Alright, time to do the solution to the latest prisoners and light switches puzzle. I'm not going to post everything about the full solution here, because that would take too long, but I do want to fully examine all the probabilistic solutions.

First of all, it is quite easy to establish an upper bound on the number of prisoners that there are. We will have two types of prisoners, called "active" and "inactive". If you are active, turn your switch on every night, if you are inactive you leave it off. Suppose we selected a number k that all the prisoners knew, and we begin with everybody inactive, but "you" begin active. If the light in your room comes on on a given night, you change your state to active and leave it that way. If we keep doing this for k nights, then at the end of the process there will be somewhere between k+1 and 2k activated prisoners. After k nights have passed, we can then check if there are any inactive prisoners still by reversing the strategy, make it so that if you see your light off, you turn inactive and stay that way. If there were still any inactive prisoners, then it will take no more than 2k nights to deactivate everybody.
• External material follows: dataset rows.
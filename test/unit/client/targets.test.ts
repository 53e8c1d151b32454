// Checks which element the client's commands pick from the cursor line and the server's list of outputs.
import { describe, expect, it } from 'vitest';
import { elementAtLine, isResistorName, outputsMatching } from '../../../client/src/targets';

/** Checks the element chosen with the cursor on the line marked `|` of an inline netlist. */
function check(marked: string, expected: string | undefined): void {
  const lines = marked.split('\n');
  const line = lines.findIndex((l) => l.includes('|'));
  const clean = lines.map((l) => l.replace('|', ''));
  expect(elementAtLine((n) => clean[n] ?? '', line)).toBe(expected);
}

describe('element under the cursor', () => {
  it('takes the card name wherever the cursor is on an element line', () => {
    check('RR|EF vcc ref {rref}', 'RREF');
    check('RREF vcc r|ef {rref}', 'RREF');
    check('  X1.Q2 a b c|', 'X1.Q2');
  });

  it('takes the card a continuation line belongs to', () => {
    check('MOUT out g vdd vdd PCORE\n+ W=40u\n+ L=2|u', 'MOUT');
  });

  it('gives nothing on comment and dot-card lines, or a continuation with no card', () => {
    check('* RREF sets the |current', undefined);
    check('.model Q|SIG NPN', undefined);
    check('.model QSIG NPN\n+ BF=1|60', undefined);
    check('+ W=1|0u', undefined);
    check('|', undefined);
  });

  // Source: netlist convention (common practice) — the first letter of an element name gives its kind; R is a resistor.
  it('recognises resistor names by their first letter', () => {
    expect(isResistorName('RREF')).toBe(true);
    expect(isResistorName('rset')).toBe(true);
    expect(isResistorName('Q1')).toBe(false);
    expect(isResistorName(undefined)).toBe(false);
  });
});

describe('outputs for a device name', () => {
  const outputs = [
    { device: 'Q2', node: 'exc' },
    { device: 'Q3', node: 'tail' },
    { device: 'XADC1.MOUT', node: 'adcbias' },
    { device: 'XADC2.MOUT', node: 'adcref' },
  ];

  it('prefers the exact name, case-insensitively', () => {
    expect(outputsMatching(outputs, 'q3').map((o) => o.device)).toEqual(['Q3']);
  });

  it('maps a device inside a subcircuit definition to all its instances', () => {
    expect(outputsMatching(outputs, 'MOUT').map((o) => o.device)).toEqual(['XADC1.MOUT', 'XADC2.MOUT']);
  });

  it('finds nothing for a device that is not an output', () => {
    expect(outputsMatching(outputs, 'Q1')).toEqual([]);
    expect(outputsMatching(outputs, 'OUT')).toEqual([]);
  });
});
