/**
 * Monte Carlo on a session (docs/VARIATION.md): `options.runs` seeded re-solves drawing every
 * source of spread, on the session's prepared solver. Fills `monteCarlo` of every output of
 * `analysis.variation` (and so of `structure.variation`) and `analysis.variation.monteCarlo`.
 * Undefined when the session has no converged spread analysis. Never throws.
 */
export function monteCarloOf(session: AnalysisSession, options: MonteCarloOptions): MonteCarloResult | undefined {
  const { analysis, solver, nominal, variation } = session;
  if (!solver || !nominal || !variation || !analysis.circuit || !analysis.variation) return undefined;
  try {
    const t0 = performance.now();
    const r = runMonteCarlo(analysis.circuit, analysis.structures, solver, nominal, variation, options);
    analysis.variation.outputs.forEach((o, k) => {
      const figures = r.figures[k];
      if (figures) o.monteCarlo = figures;
      else delete o.monteCarlo;
    });
    analysis.variation.monteCarlo = { runs: r.runs, seed: r.seed, converged: r.converged, ms: r.ms };
    analysis.timings['monte-carlo'] = (analysis.timings['monte-carlo'] ?? 0) + performance.now() - t0;
    return r;
  } catch {
    return undefined;
  }
}

/** What a host keeps to run Monte Carlo on a finished analysis in chunks (`prepareMonteCarlo`). */
export interface MonteCarloSetup {
  analysis: Analysis;
  solver: DcSolver;
  nominal: DcSolveResult;
  detail: VariationDetail;
}

/**
 * Rebuilds what Monte Carlo needs from a finished analysis alone (a host that did not keep the
 * session): a prepared solver, the nominal solution and the spread analysis, re-reading the
 * documents' cards when the host kept only their texts. Undefined when nothing converges.
 */
export function prepareMonteCarlo(analysis: Analysis): MonteCarloSetup | undefined {
  const circuit = analysis.circuit;
  if (!circuit || circuit.elements.length === 0) return undefined;
  const documents: Record<string, ParsedDocument> = nameTable();
  for (const [uri, d] of Object.entries(analysis.documents)) {
    documents[uri] = d.cards.length > 0 || d.text.length === 0 ? d : parse(uri, d.text, { hasTitle: uri === analysis.uri && !startsWithDefinitionCard(d.text) });
  }
  const solver = new DcSolver(circuit);
  const nominal = solver.solve({ temperatureC: analysis.options.temperatureC });
  if (!nominal.op.converged) return undefined;
  const { targets } = readTargets(documents);
  const detail = variationOf(circuit, analysis.structures, documents, solver, nominal, targets, analysis.options);
  return detail ? { analysis, solver, nominal, detail } : undefined;
}

/** Runs `runs` Monte Carlo runs from run `first` on a setup (chunks of one seed add up to the same runs as one call). */
export function monteCarloChunk(setup: MonteCarloSetup, options: MonteCarloOptions): MonteCarloResult {
  const { analysis, solver, nominal, detail } = setup;
  return runMonteCarlo(analysis.circuit!, analysis.structures, solver, nominal, detail, options);
}

/** Findings that do not lie inside one of the inactive ranges. */
function withoutInactive(findings: Finding[], inactive: readonly Location[]): Finding[] {
  if (inactive.length === 0) return findings;
  return findings.filter((f) => !inactive.some((r) => r.uri === f.uri && r.span.start <= f.span.start && f.span.end <= r.span.end));
}

/** Parser errors of every document read, as findings. */
function syntaxFindings(documents: Record<string, ParsedDocument>): Finding[] {
  const out: Finding[] = [];
  for (const doc of Object.values(documents)) {
    for (const e of doc.errors) {
      const f: Finding = { code: e.code, severity: e.severity ?? 'error', message: e.message, uri: doc.uri, span: e.span };
      if (e.data) f.data = e.data;
      out.push(f);
    }
  }
  return out;
}

/** The one place user severity settings apply: a code mapped to 'off' is dropped. */
export function applySeverities(findings: Finding[], options: ResolvedOptions): Finding[] {
  const out: Finding[] = [];
  for (const f of findings) {
    const override = options.severities[f.code];
    if (override === 'off') continue;
    out.push(override ? { ...f, severity: override } : f);
  }
  return out;
}

/** Per document, a code raised more often than this is listed this many times plus one summary. */
export const MAX_FINDINGS_PER_CODE = 50;

/**
 * Flood control: in each document, the first MAX_FINDINGS_PER_CODE findings of a code are kept and
 * the rest replaced by one `findings-capped` finding (at the first one left out) that gives the
 * count in its message and in `data` (`code`, `total`, `shown`, `hidden`). Keeps the order.
 */
export function capFindings(findings: Finding[]): Finding[] {
  const totals = new Map<string, number>();
  let over = false;
  for (const f of findings) {
    const key = `${f.uri}\u0000${f.code}`;
    const n = (totals.get(key) ?? 0) + 1;
    totals.set(key, n);
    if (n > MAX_FINDINGS_PER_CODE) over = true;
  }
  if (!over) return findings;
  const seen = new Map<string, number>();
  const out: Finding[] = [];
  for (const f of findings) {
    const key = `${f.uri}\u0000${f.code}`;
    const n = (seen.get(key) ?? 0) + 1;
    seen.set(key, n);
    if (n <= MAX_FINDINGS_PER_CODE) out.push(f);
    else if (n === MAX_FINDINGS_PER_CODE + 1) {
      const total = totals.get(key)!;
      const hidden = total - MAX_FINDINGS_PER_CODE;
      out.push({
        code: 'findings-capped',
        severity: netlistSeverity('findings-capped'),
        message: `\`${f.code}\` is raised ${total} times in this file; the first ${MAX_FINDINGS_PER_CODE} are listed and the other ${hidden} are not.`,
        uri: f.uri,
        span: { start: f.span.start, end: f.span.end },
        data: { code: f.code, total, shown: MAX_FINDINGS_PER_CODE, hidden },
      });
    }
  }
  return out;
}

/** Root document first, then by document id, offset and code, so output is deterministic. */
function sortFindings(findings: Finding[], rootUri: string): Finding[] {
  return findings.sort((a, b) => {
    if (a.uri !== b.uri) {
      if (a.uri === rootUri) return -1;
      if (b.uri === rootUri) return 1;
      return a.uri < b.uri ? -1 : 1;
    }
    return a.span.start - b.span.start || a.span.end - b.span.end || (a.code < b.code ? -1 : a.code > b.code ? 1 : 0);
  });
}
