/** The one entry point: solve, recognise, analyse; compare the findings by code, span and message. */
function check(
  b: CircuitBuilder,
  expected: ExpectedFinding[],
  opts: { solve?: boolean; margin?: number } = {},
): { findings: Finding[]; structures: Structure[]; op?: OperatingPoint; circuit: Circuit } {
  const circuit = b.build();
  const op = opts.solve === false ? undefined : new DcSolver(circuit).solve({}).op;
  if (op) expect(op.converged).toBe(true);
  const structures = recogniseStructures(circuit);
  const findings = analyseStructures({ circuit, op, structures, options: resolveOptions({ headroomMarginV: opts.margin }) });
  expect(findings.map((f) => f.code).sort()).toEqual(expected.map((e) => e.code).sort());
  for (const e of expected) {
    const f = findings.find((x) => x.code === e.code && x.span.start === b.spanOf(e.at).start);
    expect(f, `${e.code} at ${e.at}`).toBeDefined();
    expect(f!.uri).toBe('test.cir');
    expect(f!.severity).toBe(STRUCTURE_CODES[e.code].severity);
    for (const s of e.says ?? []) expect(f!.message).toMatch(s);
    for (const r of e.related ?? []) expect(f!.related?.some((x) => x.span.start === b.spanOf(r).start), `related ${r}`).toBe(true);
    expect(JSON.stringify(f!.data)).not.toMatch(/NaN|Infinity|null/);
    expect(f!.message).not.toMatch(/NaN|undefined/);
  }
  return { findings, structures, op, circuit };
}

function npnMirror(rLoad: number, supply = 5): CircuitBuilder {
  return new CircuitBuilder()
    .v('VCC', 'vcc', '0', supply)
    .model('qn', 'npn')
    .r('RREF', 'vcc', 'a', 4.3e3)
    .q('Q1', 'a', 'a', '0', 'qn')
    .q('Q2', 'out', 'a', '0', 'qn')
    .r('RL', 'vcc', 'out', rLoad);
}

describe('a healthy mirror raises nothing', () => {
  it('simple NPN mirror with a light load', () => {
    const { structures } = check(npnMirror(1e3), []);
    const s = structures[0];
    // Compliance starts at the output's base (VBC = 0, docs/DEVICE-MODELS.md) and reaches the top rail.
    expect(s.compliance.Q2.min).toBeCloseTo(s.estimate!.vControl, 6);
    expect(s.compliance.Q2.max).toBe(5);
    expect(s.outputResistance.Q2).toBe(1e30);
    expect(s.headroom.Q2).toBeGreaterThan(3);
  });
});

describe('mirror-output-out-of-region', () => {
  it('a large load resistor drives the NPN output into saturation', () => {
    const { findings, op, structures } = check(npnMirror(10e3), [
      {
        code: 'mirror-output-out-of-region',
        at: 'Q2',
        says: [/saturated/, /VBC = \+0\.\d+ V/, /past the forward-active edge/, /Keep V\(out\) ≥ 1\.0\d+ V \(the edge at 0\.7\d+ V plus the 0\.3 V margin\)/, /RL ≤ 4\.\d+ kΩ at 96\d µA/, /−\d+ %/],
        related: ['Q1', 'RREF'],
      },
      { code: 'estimate-differs-from-solved', at: 'Q2', says: [/Q2 is out of its active region/] },
    ]);
    const f = findings.find((x) => x.code === 'mirror-output-out-of-region')!;
    const d = f.data as Record<string, number>;
    // The numbers come straight from the operating point: the edge is the base voltage, the overshoot VBC.
    expect(d.edgeV).toBeCloseTo(op!.nodes.a, 9);
    expect(d.pastEdgeV).toBeCloseTo(op!.nodes.a - op!.nodes.out, 9);
    expect(d.activeA).toBeCloseTo(structures[0].estimate!.iout.Q2, 15);
    // Source: Ohm's law on the load — the largest RL that keeps V(out) the margin beyond the edge carries the active current.
    expect(d.maxLoadOhms).toBeCloseTo((5 - d.edgeV - 0.3) / d.activeA, 6);
    expect(d.solvedA).toBeLessThan(d.activeA);
    expect(d.currentError).toBeCloseTo((d.solvedA - d.activeA) / d.activeA, 12);
    // Applying the advice (RL just under the limit) brings the output back.
    const fixed = new DcSolver(npnMirror(d.maxLoadOhms * 0.97).build()).solve({}).op;
    expect(fixed.devices.Q2.type === 'bjt' && fixed.devices.Q2.region).toBe('forward-active');
  });

  it('a PNP output saturates towards ground and the advice points down', () => {
    const b = new CircuitBuilder()
      .v('VCC', 'vcc', '0', 5)
      .model('qp', 'pnp')
      .r('RREF', 'a', '0', 4.3e3)
      .q('Q1', 'a', 'a', 'vcc', 'qp')
      .q('Q2', 'out', 'a', 'vcc', 'qp')
      .r('RL', 'out', '0', 10e3);
    check(b, [
      { code: 'mirror-output-out-of-region', at: 'Q2', says: [/VCB = \+0\.\d+ V/, /Keep V\(out\) ≤ 3\.9\d V \(the edge at 4\.2\d V plus the 0\.3 V margin\)/, /RL ≤ 4\.\d+ kΩ/] },
      { code: 'estimate-differs-from-solved', at: 'Q2' },
    ]);
  });

  it('an NMOS output in triode', () => {
    const b = new CircuitBuilder()
      .v('VDD', 'vdd', '0', 3.3)
      .model('nch', 'nmos', { KP: 1e-4, VTO: 0.5 })
      .i('IB', 'vdd', 'g', 50e-6)
      .mos('M1', 'g', 'g', '0', '0', 'nch', { w: 1e-6, l: 1e-6 })
      .mos('M2', 'd', 'g', '0', '0', 'nch', { w: 1e-6, l: 1e-6 })
      .r('RL', 'vdd', 'd', 100e3);
    const { findings, op } = check(b, [
      { code: 'mirror-output-out-of-region', at: 'M2', says: [/triode/, /VDS is 0\.\d+ V below the overdrive VGS − VTH = 1 V/, /Keep V\(d\) ≥ 1\.3 V \(the edge at 1 V plus the 0\.3 V margin\)/, /RL ≤ 40 kΩ at 50 µA/] },
      { code: 'estimate-differs-from-solved', at: 'M2' },
    ]);
    const d = findings.find((f) => f.code === 'mirror-output-out-of-region')!.data as Record<string, number>;
    // Source: square law, VOV = sqrt(2·ID/(KP·W/L)) = sqrt(2 × 50 µA / 100 µA/V²) = 1 V, so the edge is V(g) − VTH = 1 V.
    expect(d.edgeV).toBeCloseTo(1, 6);
    expect(d.edgeV).toBeCloseTo(op!.nodes.g - 0.5, 6);
    expect(d.maxLoadOhms).toBeCloseTo((3.3 - 1 - 0.3) / 50e-6, 3);
  });
});

describe('mirror-output-out-of-region: cut off', () => {
  it('an output whose threshold is above the reference VGS is cut off, and no load advice is given', () => {
    const b = new CircuitBuilder()
      .v('VDD', 'vdd', '0', 3.3)
      .model('na', 'nmos', { KP: 1e-4, VTO: 0.5 })
      .model('nb', 'nmos', { KP: 1e-4, VTO: 2 })
      .i('IB', 'vdd', 'g', 50e-6)
      .mos('M1', 'g', 'g', '0', '0', 'na', { w: 1e-6, l: 1e-6 })
      .mos('M2', 'd', 'g', '0', '0', 'nb', { w: 1e-6, l: 1e-6 })
      .r('RL', 'vdd', 'd', 10e3);
    const { findings } = check(b, [
      { code: 'mirror-unmatched', at: 'M2', says: [/VTO \(2 vs 0\.5\)/, /−100 %/] },
      { code: 'mirror-output-out-of-region', at: 'M2', says: [/is cut off at the operating point \(VGS = 1\.5 V\)/] },
      // An off device is not "out of its active region" (no region on noise): it carries nothing.
      { code: 'estimate-differs-from-solved', at: 'M2', says: [/M2 carries no current at the operating point/] },
    ]);
    const f = findings.find((x) => x.code === 'mirror-output-out-of-region')!;
    expect(f.message).not.toMatch(/Keep V/);
    expect((f.data as Record<string, unknown>).region).toBe('cutoff');
  });
});

describe('mirror-headroom-low', () => {
  it('an output 0.1–0.3 V above its edge warns, with the margin from the options', () => {
    const { findings, structures } = check(npnMirror(4.2e3), [{ code: 'mirror-headroom-low', at: 'Q2', says: [/0\.\d+ V of headroom, under the 0\.3 V margin/, /stricter than the textbook VCE\(sat\)/] }]);
    const d = findings[0].data as Record<string, number>;
    expect(d.headroomV).toBeCloseTo(structures[0].headroom.Q2, 12);
    expect(d.headroomV).toBeGreaterThan(0);
    expect(d.headroomV).toBeLessThan(0.3);
    // A smaller margin silences it.
    check(npnMirror(4.2e3), [], { margin: 0.05 });
  });
});
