describe('.include and .lib', () => {
  it('reads quoted and bare paths, keeping commas and = in bare paths', () => {
    check('.include "models/bjt.lib"\n.inc ../lib/npn,v2.mod\n.include\n^^^^^^^^ include-missing-path', {
      cards: [
        { kind: 'include', path: '"models/bjt.lib"' },
        { kind: 'include', path: '../lib/npn,v2.mod' },
        { kind: 'include' },
      ],
    });
  });

  it('reports .include without a path', () => {
    check('.include ; nothing\n^^^^^^^^ include-missing-path', {});
  });

  it('reads .lib with path and section, a lone section, a lone quoted path and .endl in a library file', () => {
    check(".lib 'corners.lib' slow\n.lib fast\n.lib \"whole.lib\"\n.endl fast\n.endl\n^^^^^ endl-without-lib-section\n.lib\n^^^^ lib-missing-fields", {
      cards: [
        { kind: 'lib', path: "'corners.lib'", section: 'slow' },
        { kind: 'lib', section: 'fast' },
        { kind: 'lib', path: '"whole.lib"' },
        { kind: 'endl', section: 'fast' },
        { kind: 'endl' },
        { kind: 'lib' },
      ],
    });
  });

  // qpoint's choice: a lone bare field starts a section only inside a library file.
  it('reads a lone bare .lib field as a path in a top-level netlist', () => {
    check('Top level\n.lib models/bjt.lib', {
      options: { hasTitle: true },
      cards: [{ kind: 'title', text: 'Top level' }, { kind: 'lib', path: 'models/bjt.lib' }],
    });
  });

  it('reports an unclosed library section at its .lib card and a mismatched .endl', () => {
    check('.lib typ\n.model QN NPN\n.endl slow\n      ^^^^ endl-name-mismatch\n.lib fast\n^^^^^^^^^ lib-section-missing-endl\nR1 a 0 1k', {});
  });
});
The procedure is as follows: for each k starting at 1, spend k rounds activating people, followed by 2k rounds deactivating people. If at the end anybody is inactive, then it must be the case that everybody is inactive and the number of prisoners must be greater than k+1 (else everybody would have been active for sure), and we move on to the next value of k. If at the end of the deactivating process there are no inactive people then the number of people can be no greater than 2k.

We will call this entire process the "upper bound procedure", it will be used to establish an upper bound B on the number of prisoners. B will always be a power of 2, but that doesn't really matter for what we will do, it is sufficient that B is determined in a well prescribed way and at the end of the process we have determined an upper bound that every prisoner is aware of. Whats more they are all aware that they are all aware of it, and so on, thus making the upper bound "common knowledge" among the prisoners.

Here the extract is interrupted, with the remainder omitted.